3.Application of three - dimensional printing technology in preoperative planning of double outlet right ventricle
Liyun ZHAO ; Sijie ZHOU ; Bin LI ; Haoju DONG ; Weijie LIANG ; Xingang YUAN ; Taibing FAN
Chinese Journal of Applied Clinical Pediatrics 2018;33(1):51-53
Objective To assess the clinic value of three - dimensional(3D)printing models in operation scheme of double outlet right ventricle(DORV). Methods From September 2015 to December 2016,the imaging data of 29 patients (13 males and 16 females)with DORV were acquired using Dual Source CT. And then the cardiac models were generated using 3D printing technology. The cardiac models were used in diagnosing the type of DORV and guiding the surgery scheme. The 3D printed models were compared with two - dimensional imaging in diagnosis and sur-gical scheme of DORV patients. Results Both the two - dimensional imaging and 3D printed models were effective in the diagnosis and typing of DORV. According to 3D printing models,28 cases were consistent with the real operations, and 1 case was inconsistent.

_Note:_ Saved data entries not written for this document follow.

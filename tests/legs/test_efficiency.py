"""Isentropic and polytropic efficiency of adiabatic machines: limits and order."""

import numpy as np
import pytest
from solving import solve

PR = "substance: carbon-dioxide, equation: peng-robinson"
START = "T: 330 K, p: 8 bar"


def adiabatic(p, extra="", fluid=PR, start=START, lanes=None):
    return solve(fluid, start, f"name: a, path: adiabatic, to: {{p: {p}}}{extra}", lanes=lanes)


@pytest.mark.parametrize("p", ["50 bar", "2 bar"])
def test_efficiency_one_is_reversible(p):
    ideal = adiabatic(p).legs["a"]
    for extra in (", efficiency: 1", ", polytropic_efficiency: 1"):
        leg = adiabatic(p, extra).legs["a"]
        assert leg.work == pytest.approx(ideal.work, rel=1e-10)
        assert leg.entropy_generated == pytest.approx(0.0, abs=1e-7)


@pytest.mark.parametrize("p", ["50 bar", "2 bar"])
@pytest.mark.parametrize("kind", ["efficiency", "polytropic_efficiency"])
def test_a_better_machine_needs_less_work_and_makes_less_entropy(p, kind):
    """Work into the fluid falls with efficiency: less to compress, more given in expansion."""
    eta = np.linspace(0.3, 1.0, 29)
    solution = adiabatic(p, f", {kind}: 0.5", lanes={f"a.{kind}": eta})
    leg = solution.legs["a"]
    assert solution.ok.all()
    assert (np.diff(leg.work) < 0.0).all()
    assert (np.diff(leg.entropy_generated) < 0.0).all()
    assert (leg.entropy_generated > -1e-7).all()
    assert (np.diff(solution.states["a"].T) < 0.0).all()


@pytest.mark.parametrize("p", [16e5, 4e5])
def test_small_steps_of_isentropic_efficiency_tend_to_the_polytropic_one(p):
    """The difference from the polytropic machine falls as 1/n: Richardson's limit meets it.

    (Definition of the polytropic efficiency: common practice; the efficiency of every small step.)
    """
    exact = adiabatic(f"{p} Pa", ", polytropic_efficiency: 0.7").states["a"].T

    def stepped(n):
        ratio = (p / 8e5) ** (1.0 / n)
        text = f"repeat: {n}, legs: [{{name: s, path: adiabatic, to: {{p: {{ratio: {ratio!r}}}}}, efficiency: 0.7}}]"
        solution = solve(PR, START, text)
        return solution.states[list(solution.states)[-1]].T

    misses = [stepped(n) - exact for n in (4, 8, 16)]
    assert misses[0] / misses[1] == pytest.approx(2.0, rel=0.05)
    assert misses[1] / misses[2] == pytest.approx(2.0, rel=0.05)
    assert abs(2.0 * misses[2] - misses[1]) < 0.02 * abs(misses[2])


def test_isentropic_efficiency_of_a_polytropic_machine():
    """Compression: isentropic below polytropic efficiency (reheat); expansion: above it."""
    for p, below in (("80 bar", True), ("2 bar", False)):
        real = adiabatic(p, ", polytropic_efficiency: 0.8").legs["a"].work
        ideal = adiabatic(p).legs["a"].work
        isentropic = ideal / real if below else real / ideal
        assert (isentropic < 0.8) is below
        assert isentropic == pytest.approx(0.8, abs=0.08)


@pytest.mark.parametrize("target", ["T: 420 K", "work: 70 kJ/kg", "v: 0.025 m3/kg", "rho: 40 kg/m3"])
@pytest.mark.parametrize("kind", ["efficiency", "polytropic_efficiency"])
def test_other_targets_meet_the_same_machine(kind, target):
    """The end found for T, v, rho or work, given as a pressure, gives that target back."""
    there = solve(PR, START, f"name: a, path: adiabatic, to: {{{target}}}, {kind}: 0.8")
    p = there.states["a"].p
    again = adiabatic(f"{p!r} Pa", f", {kind}: 0.8")
    key = target.split(":")[0]
    wanted = there.legs["a"].work if key == "work" else there.states["a"][key]
    got = again.legs["a"].work if key == "work" else again.states["a"][key]
    assert got == pytest.approx(wanted, rel=1e-9)
    given = float(target.split()[1]) * (1e3 if key == "work" else 1.0)
    assert wanted == pytest.approx(given, rel=1e-9)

According to the two - dimensional imaging data,20 cases of surgical strategies were con-sistent with the real operations and 9 cases were inconsistent. For patients with DORV with non - committed ventricular septal defect (NC - VSD),3D printing models were more accurate in the designing of surgical strategies. Conclusions 3D printing models can display 3D anatomical structures and it is helpful in the diagnosis and making preoperative planning for DORV especially for DORV with NC - VSD,which provides a new method for the assessment of DORV.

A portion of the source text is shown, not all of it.